Découvertes
L’inertie de l’esprit humain, sa résistance aux nouveautés ne s’affirment pas, comme on pourrait le croire, dans les masses ignorantes – aisément persuadées dès que l’on frappe leur imagination – mais chez les professionnels qui vivent de la tradition et du monopole de l’enseignement.

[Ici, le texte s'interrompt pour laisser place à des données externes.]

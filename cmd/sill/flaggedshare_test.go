package main

import (
	"slices"
	"strings"
	"testing"

	"github.com/sill-tool/sill/internal/floatcmp"
)

// TestReportFlaggedShareInterval runs report end to end on the twelve
// unweighted scans: top=3 flags 3 of 12 cases, a share of 25.0%. The
// share's Wilson interval is in JSON (flagged_share_ci) and on its own
// row under "cases flagged" in text and Markdown, at --confidence.
func TestReportFlaggedShareInterval(t *testing.T) {
	path := writeFile(t, t.TempDir(), "tollbrook.csv", []byte(tollbrookScans))
	for _, tc := range []struct {
		confidence string
		ci         [2]float64 // Wilson interval of 3 of 12, worked by hand
		row        string     // the words of the text row under cases flagged
	}{
		// Wilson (1927), z = 1.959964: centre (0.25 + z²/24) / (1 + z²/12)
		// = 0.310624, half-width z·sqrt(0.25·0.75/12 + z²/576) / (1 + z²/12)
		// = 0.221682.
		{"0.95", [2]float64{0.088942, 0.532306}, "95% interval of the share 8.9–53.2%"},
		// z = 1.644854: centre 0.295995, half-width 0.191343.
		{"0.9", [2]float64{0.104652, 0.487338}, "90% interval of the share 10.5–48.7%"},
	} {
		t.Run(tc.confidence, func(t *testing.T) {
			args := []string{path, "--cut", "top=3", "--confidence", tc.confidence}
			out := reportJSON(t, args...)
			c := out["cuts"].([]any)[0].(map[string]any)
			if c["flagged_share"] != 0.25 {
				t.Fatalf("flagged_share %v, want 0.25", c["flagged_share"])
			}
			got, _ := c["flagged_share_ci"].([]any)
			if len(got) != 2 {
				t.Fatalf("flagged_share_ci %v, want a pair", c["flagged_share_ci"])
			}
			for i := range 2 {
				// Six decimals worked by hand: within 2e-6.
				if v, _ := got[i].(float64); !floatcmp.Within(v, tc.ci[i], 2e-6) {
					t.Errorf("flagged_share_ci[%d] = %v, want %v", i, v, tc.ci[i])
				}
			}
			text := runSill(t, "", append([]string{"report"}, args...)...).stdout
			// Columns aligned to the widest cell: compare the words.
			lines := strings.Split(text, "\n")
			at := slices.IndexFunc(lines, func(l string) bool { return strings.HasPrefix(l, "cases flagged ") })
			if at < 0 || at+1 == len(lines) || strings.Join(strings.Fields(lines[at+1]), " ") != strings.Join(strings.Fields(tc.row), " ") {
				t.Errorf("text lacks the row %q under cases flagged:\n%s", tc.row, text)
			}
			md := runSill(t, "", append([]string{"report", "--format", "markdown"}, args...)...).stdout
			words := strings.Fields(tc.row)
			want := "| cases flagged | 3 (25.0%) |\n| ↳ " + strings.Join(words[:len(words)-1], " ") + " | " + words[len(words)-1] + " |\n"
			if !strings.Contains(md, want) {
				t.Errorf("Markdown lacks %q:\n%s", want, md)
			}
		})
	}
}
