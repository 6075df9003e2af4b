package shift

import (
	"fmt"

	"github.com/sill-tool/sill/internal/scores"
)

// Running gives the peaks at cut after cut of one set, as a screen needs
// them while a cursor moves: it keeps the shift queues of the last cut and
// moves them by the rows between that cut and the next, so a step costs
// the rows of one tie group and the shifts' figures, not the size of the
// set. Its peaks equal At's up to rounding in the scaled sums (a move
// that is farther than none or every row flagged starts again from there,
// so errors do not build up over long walks and a jump costs at most half
// the set).
type Running struct {
	set    *scores.Set
	a      Assignment
	scale  Scale
	cases  Spread
	queues []float64
	full   []float64 // the queues with every row flagged
	// The squared alerts and the weight of the flagged rows, and with
	// every row flagged.
	sumSq, flagged, fullSumSq, fullFlagged float64
	rows                                   int
}

// NewRunning returns a Running of set's rows, assigned to shifts by a
// (from set), at scale, with no row flagged. It panics when a was not
// assigned from a set of set's length.
func NewRunning(set *scores.Set, a Assignment, scale Scale) *Running {
	if len(a.Of) != set.Len() {
		panic(fmt.Sprintf("shift: %d rows assigned for a set of %d", len(a.Of), set.Len()))
	}
	r := &Running{set: set, a: a, scale: scale, queues: make([]float64, a.Count), full: make([]float64, a.Count)}
	for i := range set.Len() {
		x := alertsOf(set, i, scale)
		r.full[a.Of[i]] += x
		r.fullSumSq += x * x
		r.fullFlagged += set.Weight(i)
	}
	r.cases = dispersion(r.full, a.Cover, r.fullSumSq)
	return r
}

// At returns the peaks when the first rows ranked rows are flagged, as
// Assignment.At does; capacity 0 means none given. It panics when rows is
// outside [0, set.Len()].
func (r *Running) At(rows int, capacity float64) Peaks {
	if rows < 0 || rows > r.set.Len() {
		panic(fmt.Sprintf("shift: %d flagged rows of a set of %d", rows, r.set.Len()))
	}
	r.move(rows)
	return r.a.peaks(r.queues, r.sumSq, r.flagged, r.cases, r.scale, capacity)
}

// move brings the queues to the first rows ranked rows flagged.
func (r *Running) move(rows int) {
	n := r.set.Len()
	distance := max(rows-r.rows, r.rows-rows)
	switch {
	case rows == 0 || rows < distance:
		clear(r.queues)
		r.sumSq, r.flagged, r.rows = 0, 0, 0
	case rows == n || n-rows < distance:
		copy(r.queues, r.full)
		r.sumSq, r.flagged, r.rows = r.fullSumSq, r.fullFlagged, n
	}
	sign, from, to := 1.0, r.rows, rows
	if rows < r.rows {
		sign, from, to = -1, rows, r.rows
	}
	for i := from; i < to; i++ {
		x := alertsOf(r.set, i, r.scale)
		r.queues[r.a.Of[i]] += sign * x
		r.sumSq += sign * x * x
		r.flagged += sign * r.set.Weight(i)
	}
	r.rows = rows
}
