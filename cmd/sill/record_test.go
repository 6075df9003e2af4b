package main

import (
	"os"
	"path/filepath"
	"strings"
	"testing"

	"github.com/sill-tool/sill/internal/decision"
	"github.com/sill-tool/sill/internal/demo"
)

// TestSaveFullDemo saves the demo with everything the file can record
// (yards, shifts, a bootstrap, probabilities, the model and who chose):
// every part is there and the file stays in the tens of kilobytes.
func TestSaveFullDemo(t *testing.T) {
	dir := t.TempDir()
	scoresPath := writeFile(t, dir, "bearings.csv", demo.CSV(demo.DefaultRows, demo.DefaultSeed))
	cutPath := filepath.Join(dir, "cut.yaml")
	args := append([]string{"report", scoresPath, "--save", cutPath, "--segment", "yard", "--bootstrap", "50",
		"--model-name", "bearing-wear", "--model-version", "14", "--chosen-by", "Ines Varga"}, demoAssumptions()...)
	args = append(args, demoShifts...)
	if r := runSill(t, "", args...); r.code != 0 {
		t.Fatalf("exit %d: %s", r.code, r.stderr)
	}
	info, err := os.Stat(cutPath)
	if err != nil {
		t.Fatal(err)
	}
	// "Tens of kilobytes": 10 to 100 kB (21 kB when written).
	if size := info.Size(); size < 10_000 || size > 100_000 {
		t.Errorf("the demo's decision file has %d bytes, want tens of kilobytes", size)
	}
	f, err := decision.ReadFile(cutPath)
	if err != nil {
		t.Fatal(err)
	}
	if f.Model != (decision.Model{Name: "bearing-wear", Version: "14"}) || f.ChosenBy != "Ines Varga" || f.ShiftSchedule == nil ||
		f.Calibration == nil || len(f.Curve) == 0 || len(f.Curve) > decision.MaxCurvePoints || len(f.Candidates) < 4 {
		t.Fatalf("model %+v chosen_by %q schedule %v calibration %v, %d curve points, %d candidates",
			f.Model, f.ChosenBy, f.ShiftSchedule, f.Calibration, len(f.Curve), len(f.Candidates))
	}
	for _, c := range f.Candidates {
		if c.Segments == nil || c.Shifts == nil || (c.Stability == nil && c.Rule != "queue90=90") {
			t.Errorf("%s: segments %v shifts %v stability %v", c.Name, c.Segments, c.Shifts, c.Stability)
		}
	}
}

// TestRecordFlags: the model and who chose go with --save only, on one
// line; explore refuses a line break before it needs a terminal.
func TestRecordFlags(t *testing.T) {
	dir := t.TempDir()
	scoresPath := writeFile(t, dir, "bearings.csv", demo.CSV(500, 3))
	for _, tc := range []struct {
		args []string
		want string
	}{
		{[]string{"report", scoresPath, "--chosen-by", "Ines"}, "go with --save"},
		{[]string{"report", scoresPath, "--save", filepath.Join(dir, "c.yaml"), "--model-name", "a\nb"}, `--model-name "a\nb": a line break`},
		{[]string{"explore", scoresPath, "--chosen-by", "x\ry"}, `--chosen-by "x\ry": a line break`},
	} {
		r := runSill(t, "", tc.args...)
		if r.code != 2 || !strings.Contains(r.stderr, tc.want) {
			t.Errorf("%q: exit %d, stderr %q, want 2 and %q", tc.args, r.code, r.stderr, tc.want)
		}
	}
	if _, err := os.Stat(filepath.Join(dir, "c.yaml")); err == nil {
		t.Error("a refused save wrote the file")
	}
}
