package main

import (
	"context"
	"fmt"
	"os"

	tea "github.com/charmbracelet/bubbletea"
	"github.com/charmbracelet/lipgloss"
	"github.com/muesli/termenv"
	"github.com/spf13/cobra"

	"github.com/sill-tool/sill/internal/decision"
	"github.com/sill-tool/sill/internal/review"
	"github.com/sill-tool/sill/internal/sharedfile"
	"github.com/sill-tool/sill/tui"
)

func newReviewCmd() *cobra.Command {
	var format string
	cmd := &cobra.Command{
		Use:   "review FILE.yaml",
		Short: "Compare the candidates of a decision file side by side, choose one and note why",
		Long: `review reads a decision file (written by sill report --save or the
explorer) and needs no data: every candidate cut side by side with the same
figures as the explorer's comparison strip, each with its difference from
the chosen one.

On a terminal it opens a screen where you move between candidates, mark one
as chosen, add a note to a candidate or to the file, and write the file back
(atomically; the evidence is kept as it was). With --format text or
markdown it prints the comparison instead, for a sign-off document; that is
also what it does when standard output is not a terminal.`,
		Example: `  sill review cut.yaml
  sill review cut.yaml --format markdown > sign-off.md`,
		Args: argsNamed("the decision file (or - for standard input)"),
		RunE: func(cmd *cobra.Command, args []string) error {
			switch format {
			case "", "text", "markdown":
			default:
				return fmt.Errorf("--format %q: expected text or markdown", format)
			}
			var file *decision.File
			var stamp sharedfile.Stamp
			var err error
			if args[0] == "-" {
				file, err = decision.Read(cmd.InOrStdin(), "-")
				if format == "" {
					format = "text" // the screen writes back to a file
				}
			} else {
				file, stamp, err = decision.ReadFileStamped(args[0])
			}
			if err != nil {
				return err
			}
			if format == "" {
				if isTerminal() && cmd.OutOrStdout() == os.Stdout {
					return runReviewScreen(cmd.Context(), file, stamp, args[0])
				}
				format = "text"
			}
			if format == "markdown" {
				return review.WriteMarkdown(cmd.OutOrStdout(), file, args[0])
			}
			return review.WriteText(cmd.OutOrStdout(), file, args[0])
		},
	}
	cmd.Flags().StringVar(&format, "format", "", "print instead of opening the screen: text or markdown")
	return cmd
}

// runReviewScreen opens the review screen on file, read from path as
// stamp says, until the user quits.
func runReviewScreen(ctx context.Context, file *decision.File, stamp sharedfile.Stamp, path string) error {
	renderer := lipgloss.NewRenderer(os.Stdout)
	if os.Getenv("NO_COLOR") != "" {
		renderer.SetColorProfile(termenv.Ascii)
	}
	styles := tui.DefaultStyles(renderer)
	screen := tui.NewReview(tui.ReviewConfig{File: file, Path: path, Stamp: stamp, Context: ctx, Styles: &styles})
	final, err := tea.NewProgram(screen, tea.WithAltScreen()).Run()
	screen.WaitForWrites() // a write still going when the screen closed ends before the process does
	if err != nil {
		return fmt.Errorf("review: %w", err)
	}
	r := final.(tui.Review)
	if err := r.WriteErr(); err != nil {
		return fmt.Errorf("the changes on screen were not written: %w", err)
	}
	switch {
	case r.Written() && !r.Changed():
		fmt.Fprintf(os.Stderr, "sill: wrote %s; chosen %s\n", r.Path(), r.File().Chosen)
	case r.Changed():
		fmt.Fprintf(os.Stderr, "sill: %s left as it was; the changes on screen were not written\n", path)
	}
	return nil
}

Arthur Koestler, Les Somnambules
La Xe Symphonie de Beethoven : une folie
En 1949, Pierre Henry et notre camarade Pierre Schaeffer inventent la musique concrète, fondée non sur l’utilisation d’instruments de musique mais sur l’assemblage de sons de la vie courante – les bruits d’une machine, le cri d’un oiseau, le rire d’une femme – préenregistrés, jetant ainsi les bases de tout un pan de la musique contemporaine. Trente ans plus tard, Pierre Henry, que Beethoven a obsédé toute sa vie, conçoit une œuvre extraordinairement ambitieuse, dont le matériau est constitué des neuf symphonies de Beethoven et des sons de sa bibliothèque personnelle et qu’il nommera
Xe Symphonie Remix. Le résultat : 10 mouvements aux titres évocateurs : Marche dans le temps, Guerre, Aube… que l’on peut considérer comme un hommage à Beethoven ou comme l’image psychanalytique d’une névrose obsessionnelle, une œuvre puissante dans laquelle il convient de s’immerger totalement une heure durant et qui mérite la découverte.
De la Lituanie
La jeune chef lituanienne Mirga Gražinytė-Tyla nous avait fait découvrir les symphonies de Weinberg 1. Elle nous révèle à présent une compositrice lituanienne contemporaine, Raminta Šerkšnyt (née en 1975), qui pourrait bien être à la fois le Mahler et le Chostakovitch du XXIe siècle, avec trois de ses œuvres : Midsummer Song, De profundis, Chants du crépuscule et de l’aube . C’est une musique tonale très élaborée, superbement orchestrée, merveilleusement évocatrice, et qui ne ressemble à aucune autre. Les Chants du crépuscule et de l’aube, oratorio d’une grande richesse orchestrale qui associe quatre solistes et un chœur à l’Orchestre national symphonique de Lituanie, sur des textes de Rabindranath Tagore et le thème d’un raga indien, évoquent immanquablement Le Chant de la Terre de Mahler. Que l’on ne s’y trompe pas : c’est de la grande, de la très grande musique qui restera et qui renouvelle de manière heureuse et inespérée la musique contemporaine, dont trop de compositeurs sont engagés dans des voies sans issue.
Josef Suk
Suk, mort en 1935, élève et gendre de Dvořák, qui fut le plus célèbre des compositeurs tchèques au début du XXe siècle, était presque tombé dans l’oubli, injustement. Il ressuscite avec l’enregistrement de deux de ses œuvres, Asrael – sa deuxième symphonie – et la suite Conte de fées, enregistrés par le Philharmonique tchèque dirigé par Jiří Bělohlávek. C’est une musique bien écrite, remarquablement orchestrée, puissante, foisonnante, émouvante, rigoureusement tonale (comme l’est la musique de Mahler) et qui échappe à tout classement, ce qui est la caractéristique d’une œuvre originale. Si l’on veut à toute force la qualifier, on pourra la situer entre Brahms et Mahler, avec une finesse d’orchestration digne de Tchaïkovski.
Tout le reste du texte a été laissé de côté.